Die Entwicklung diversitätssensibler Schulen stellt große Anforderungen an die Einzelschule und ihre Akteur:innen. Nachhaltige Veränderungen versprechen Schulentwicklungsprozesse, die an standortspezifischen Bedingungen, Bedarfen sowie Ressourcen ausgerichtet sind. Der Ansatz der Sozialraumorientierten Schulentwicklung zielt darauf, vorhandene sozialräumliche Konstellationen systematisch einzubeziehen und zum Ausgangspunkt reflektierter und kooperativer Schulentwicklungsprozesse zu machen.
Näheres zum Thema (Super-)Diversität
Im Zuge migrationsgesellschaftlicher Entwicklungen zeigt sich in Deutschland eine zunehmende Diversität innerhalb migrantischer Gruppen. Mit dem Begriff der Diversität wird die Vielfalt der Menschen auf zentrale Dimensionen (u.a. kulturelle Herkunft oder Religionszugehörigkeit) heruntergebrochen (Franken, 2015). Der Begriff Superdiversität hingegen wird verwendet, wenn unter Gesellschaftsmitgliedern, etwa in einer Schulklasse, keine numerische ethnische, (sozio-)kulturelle oder nationale Mehrheit existiert (Schneider, 2020). Danach können sich auch Menschen aus einem Herkunftsland, also vermeintlich homogene Gruppen, hinsichtlich einer Vielzahl von Dimensionen sowie deren Überschneidungen voneinander unterscheiden. Dabei ist die Vielfalt in Bezug auf Herkunft, Religion und Sprache unter Kindern in Deutschland besonders stark ausgeprägt (El-Mafaalani, 2025).
Projektzusammenhang
Das Teilprojekt Sozialraumorientierte Schulentwicklung ist im Rahmen des Projektverbunds DigiSchuKuMPK angesiedelt, der auf eine digitalisierungsbezogene und digital gestützte Professionalisierung von Lehrkräften und weiterem pädagogisch tätigen Personal an ganztägigen inklusiven Grundschulen zielt.
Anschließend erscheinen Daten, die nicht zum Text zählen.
_TABLES = (
    """CREATE TABLE IF NOT EXISTS workpack.store_info (
        key    text PRIMARY KEY,
        value  text NOT NULL)""",
    f"""CREATE TABLE IF NOT EXISTS workpack.plants (
        plant    text PRIMARY KEY CHECK (plant <> ''),
        -- GENESIS starts a chain begun in an unnamed vessel store, shipped ashore.
        genesis  text NOT NULL
                 CHECK (genesis = workpack.plant_genesis(plant) OR genesis = '{GENESIS}'))""",
    """CREATE TABLE IF NOT EXISTS workpack.records (
        plant           text NOT NULL REFERENCES workpack.plants (plant),
        sequence        bigint NOT NULL CHECK (sequence >= 1),
        package_id      text NOT NULL,
        package_sha256  text NOT NULL CHECK (length(package_sha256) = 64),
        results_json    text NOT NULL,
        results_sha256  text NOT NULL CHECK (length(results_sha256) = 64),
        recorded_by     text NOT NULL,
        recorded_at     text NOT NULL,
        supersedes      bigint CHECK (supersedes IS NULL OR supersedes < sequence),
        verdict         text NOT NULL,
        prev_sha256     text NOT NULL CHECK (length(prev_sha256) = 64),
        chain_sha256    text NOT NULL CHECK (length(chain_sha256) = 64),
        PRIMARY KEY (plant, sequence),
        FOREIGN KEY (plant, supersedes) REFERENCES workpack.records (plant, sequence))""",
    "CREATE INDEX IF NOT EXISTS records_by_package "
    "ON workpack.records (plant, package_id, sequence)",
    "CREATE INDEX IF NOT EXISTS records_by_time ON workpack.records (plant, recorded_at)",
    # One correction per record: corrections form a line, never a fork.
    "CREATE UNIQUE INDEX IF NOT EXISTS records_by_supersedes "
    "ON workpack.records (plant, supersedes) WHERE supersedes IS NOT NULL",
    """CREATE TABLE IF NOT EXISTS workpack.job_events (
        plant         text NOT NULL REFERENCES workpack.plants (plant),
        sequence      bigint NOT NULL CHECK (sequence >= 1),
        package_id    text NOT NULL,
        job_key       text NOT NULL,
        kind          text NOT NULL,
        day           text NOT NULL,
        at            text NOT NULL,
        by            text NOT NULL,
        detail_json   text NOT NULL,
        prev_sha256   text NOT NULL CHECK (length(prev_sha256) = 64),
        chain_sha256  text NOT NULL CHECK (length(chain_sha256) = 64),
        PRIMARY KEY (plant, sequence))""",
    "CREATE INDEX IF NOT EXISTS job_events_by_package "
    "ON workpack.job_events (plant, package_id, sequence)",
    # What planning reads of each record (workpack.records.planning_summary), written in
    # the record's transaction; a derived copy outside the chain, used only while its
    # version and payload hash match the record. A store set up before it existed has
    # none until set-up is run again; its records are then read whole, as before. No
    # foreign key: the records' guards, not this copy, decide what happens to a record.
    """CREATE TABLE IF NOT EXISTS workpack.record_planning (
        plant           text NOT NULL,
        sequence        bigint NOT NULL,
        version         integer NOT NULL,
        results_sha256  text NOT NULL,
        summary_json    text NOT NULL,
        PRIMARY KEY (plant, sequence, version))""",
    # Each job's state as its events leave it (workpack.joblog.kept_job), kept in the
    # transaction of every write of events; a derived copy outside the chain of events,
    # replaced as the job moves on, read only while job_states_through says it was kept
    # up to the plant's last event in today's version (else the events are folded). A
    # store set up before it existed folds the events until set-up is run again.
    """CREATE TABLE IF NOT EXISTS workpack.job_states (
        plant            text NOT NULL,
        package_id       text NOT NULL,
        version          integer NOT NULL,
        open             boolean NOT NULL,
        state            text NOT NULL,
        item             text NOT NULL,
        routine_test     text,
        routine_element  text,
        finished_on      text,
        own_pass_on      text,
        answers_passed   boolean NOT NULL,
        summary_json     text NOT NULL,
        PRIMARY KEY (plant, package_id))""",
    "CREATE INDEX IF NOT EXISTS job_states_open ON workpack.job_states (plant) WHERE open",
    "CREATE INDEX IF NOT EXISTS job_states_by_routine ON workpack.job_states "
    "(plant, routine_test, routine_element, own_pass_on)",
    "CREATE INDEX IF NOT EXISTS job_states_by_item ON workpack.job_states "
    "(plant, item, finished_on)",
    """CREATE TABLE IF NOT EXISTS workpack.job_states_through (
        plant         text PRIMARY KEY,
        version       integer NOT NULL,
        sequence      bigint NOT NULL,
        chain_sha256  text NOT NULL)""",
    """CREATE TABLE IF NOT EXISTS workpack.crew_plants (
        member  name NOT NULL,
        plant   text NOT NULL CHECK (plant <> ''),
        PRIMARY KEY (member, plant))""",
)

_OWN_PLANT = ("plant IN (SELECT c.plant FROM workpack.crew_plants AS c "
              "WHERE c.member = current_user)")

# (table, policy, command, role, USING, WITH CHECK)
_POLICIES = (
    ("records", "auditor_reads", "SELECT", AUDITOR_ROLE, "true", None),
    ("records", "crew_reads_own", "SELECT", CREW_ROLE, _OWN_PLANT, None),
    ("records", "crew_appends_own", "INSERT", CREW_ROLE, None, _OWN_PLANT),
    ("plants", "auditor_reads", "SELECT", AUDITOR_ROLE, "true", None),
    ("plants", "crew_reads_own", "SELECT", CREW_ROLE, _OWN_PLANT, None),
    ("plants", "crew_appends_own", "INSERT", CREW_ROLE, None, _OWN_PLANT),
    ("job_events", "auditor_reads", "SELECT", AUDITOR_ROLE, "true", None),
    ("job_events", "crew_reads_own", "SELECT", CREW_ROLE, _OWN_PLANT, None),
    ("job_events", "crew_appends_own", "INSERT", CREW_ROLE, None, _OWN_PLANT),
    ("record_planning", "auditor_reads", "SELECT", AUDITOR_ROLE, "true", None),
    ("record_planning", "crew_reads_own", "SELECT", CREW_ROLE, _OWN_PLANT, None),
    ("record_planning", "crew_appends_own", "INSERT", CREW_ROLE, None, _OWN_PLANT),
    ("job_states", "auditor_reads", "SELECT", AUDITOR_ROLE, "true", None),
    ("job_states", "crew_reads_own", "SELECT", CREW_ROLE, _OWN_PLANT, None),
    ("job_states", "crew_appends_own", "INSERT", CREW_ROLE, None, _OWN_PLANT),
    ("job_states", "crew_keeps_own", "UPDATE", CREW_ROLE, _OWN_PLANT, _OWN_PLANT),
    ("job_states_through", "auditor_reads", "SELECT", AUDITOR_ROLE, "true", None),
    ("job_states_through", "crew_reads_own", "SELECT", CREW_ROLE, _OWN_PLANT, None),
    ("job_states_through", "crew_appends_own", "INSERT", CREW_ROLE, None, _OWN_PLANT),
    ("job_states_through", "crew_keeps_own", "UPDATE", CREW_ROLE, _OWN_PLANT, _OWN_PLANT),
    ("crew_plants", "auditor_reads", "SELECT", AUDITOR_ROLE, "true", None),
    ("crew_plants", "crew_reads_own", "SELECT", CREW_ROLE, "member = current_user", None),
)

_GRANTS = (
    "REVOKE ALL ON SCHEMA workpack FROM PUBLIC",
    f"GRANT USAGE ON SCHEMA workpack TO {AUDITOR_ROLE}, {CREW_ROLE}",
    "REVOKE ALL ON workpack.store_info, workpack.plants, workpack.records, "
    "workpack.job_events, workpack.record_planning, workpack.crew_plants FROM PUBLIC",
    # Never granted, and taken back should anyone have granted them by hand.
    "REVOKE UPDATE, DELETE, TRUNCATE ON workpack.store_info, workpack.plants, "
    "workpack.records, workpack.job_events, workpack.record_planning, workpack.crew_plants "
    f"FROM {AUDITOR_ROLE}, {CREW_ROLE}",
    "GRANT SELECT ON workpack.store_info, workpack.plants, workpack.records, "
    "workpack.job_events, workpack.record_planning, workpack.crew_plants "
    f"TO {AUDITOR_ROLE}, {CREW_ROLE}",
    "GRANT INSERT ON workpack.plants, workpack.records, workpack.job_events, "
    f"workpack.record_planning TO {CREW_ROLE}",
    # The kept job states are replaced as jobs move on (the events stay append-only).
    "REVOKE ALL ON workpack.job_states, workpack.job_states_through FROM PUBLIC",
    "REVOKE DELETE, TRUNCATE ON workpack.job_states, workpack.job_states_through "
    f"FROM {AUDITOR_ROLE}, {CREW_ROLE}",
    "GRANT SELECT ON workpack.job_states, workpack.job_states_through "
    f"TO {AUDITOR_ROLE}, {CREW_ROLE}",
    "GRANT INSERT, UPDATE ON workpack.job_states, workpack.job_states_through "
    f"TO {CREW_ROLE}",
)


_RLS_TABLES = ("plants", "records", "job_events", "record_planning", "job_states",
               "job_states_through", "crew_plants")


def _schema_statements() -> list[str]:
    """Every statement of the set-up, in order; each one safe to run again."""
    statements = ["CREATE SCHEMA IF NOT EXISTS workpack"]
    for role in (AUDITOR_ROLE, CREW_ROLE):
        statements.append(f"DO $$ BEGIN IF NOT EXISTS (SELECT FROM pg_roles WHERE rolname = "
                          f"'{role}') THEN CREATE ROLE {role} NOLOGIN; END IF; END $$")
    tables = iter(_TABLES)
    statements.append(next(tables))  # store_info
    for name, arguments, returns, attributes, body in _FUNCTIONS[:3]:
        statements.append(_function(name, arguments, returns, attributes, body))
    statements.extend(tables)
    for name, arguments, returns, attributes, body in _FUNCTIONS[3:]:
        statements.append(_function(name, arguments, returns, attributes, body))
    for table, trigger, when, level, function in _TRIGGERS:
        statements.append(f"CREATE OR REPLACE TRIGGER {trigger} {when} ON workpack.{table} "
                          f"FOR EACH {level} EXECUTE FUNCTION workpack.{function}()")
    for table in _RLS_TABLES:
        statements.append(f"ALTER TABLE workpack.{table} ENABLE ROW LEVEL SECURITY")
    for table, policy, command, role, using, check in _POLICIES:
        statements.append(f"DROP POLICY IF EXISTS {policy} ON workpack.{table}")
        statements.append(f"CREATE POLICY {policy} ON workpack.{table} FOR {command} TO {role}"
                          + (f" USING ({using})" if using else "")
                          + (f" WITH CHECK ({check})" if check else ""))
    statements.extend(_GRANTS)
    return statements


def _function(name: str, arguments: str, returns: str, attributes: str, body: str) -> str:
    language, _, rest = attributes.partition(" ")
    return (f"CREATE OR REPLACE FUNCTION workpack.{name}({arguments}) RETURNS {returns} "
            f"LANGUAGE {language} {rest} AS $body${body}$body$")


# --- connecting and errors -------------------------------------------------------------


def _connect(url: str, shown: str) -> psycopg.Connection[Any]:
    try:
        return psycopg.connect(url, autocommit=True, connect_timeout=10,
                               application_name="workpack")
    except psycopg.Error as exc:
        raise StoreError(f"{shown}: cannot connect to the PostgreSQL server: "
                         f"{_first_line(exc)}") from None
    except ValueError:  # an unreadable connection string, caught by psycopg before libpq
        raise StoreError(f"{shown}: not a PostgreSQL connection URL psycopg can read") from None


def _first_line(exc: BaseException) -> str:
    diag = getattr(exc, "diag", None)
    primary = getattr(diag, "message_primary", None)
    text = primary or str(exc).strip() or type(exc).__name__
    return text.splitlines()[0]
Dieser Projektverbund besteht aus mehreren Communities of Practice (CoP), in denen Vertreter:innen aus Wissenschaft und Schulpraxis in sog. Entwicklungswerkstätten an unterschiedlichen Themen ko-konstruktiv zusammengearbeitet haben. CoP 2 zielte unter Beteiligung von drei Hochschulstandorten und neun Projektschulen darauf, sozialräumliche Herausforderungen zu identifizieren, Handlungsstrategien in multiprofessionellen Teams zu entwickeln und sozialraumorientierte Schulentwicklungsprozesse zu initiieren.
Näheres zum Thema Sozialraum und Sozialraumorientierte Schulentwicklung
Der neueren Sozialraumforschung ist die Erkenntnis zu verdanken, dass Raum als Ergebnis sozialer Prozesse zu verstehen ist (Löw, 2001; Kessl & Reutlinger, 2022). Erst durch die individuelle und kollektive Deutung und Nutzung von verdinglichten Orten durch handelnde und miteinander interagierenden Akteur:innen werden Sozialräume produziert und reproduziert. Die Einzelschule lässt sich dabei „als Sozialraum im Sozialraum“ (Forell, 2023, S. 19) verstehen. In dieser Doppelbedeutung wird der Sozialraum einer Schule über die verschiedenen inner- und außerschulischen Interaktionsgeflechte definiert, die von standortspezifischen Bedingungen gerahmt und beeinflusst werden. Mehrere Dimensionen ermöglichen ein umfassendes Verständnis des schulischen Sozialraums und eröffnen Perspektiven für Schulentwicklung (Forell, 2023, S. 16ff.):
Physisch-materielle Dimension: Geographisches Einzugsgebiet, Schulgebäude, Ausstattung oder lokale Infrastruktur wie Vereine, Jugendzentren oder öffentliche Plätze.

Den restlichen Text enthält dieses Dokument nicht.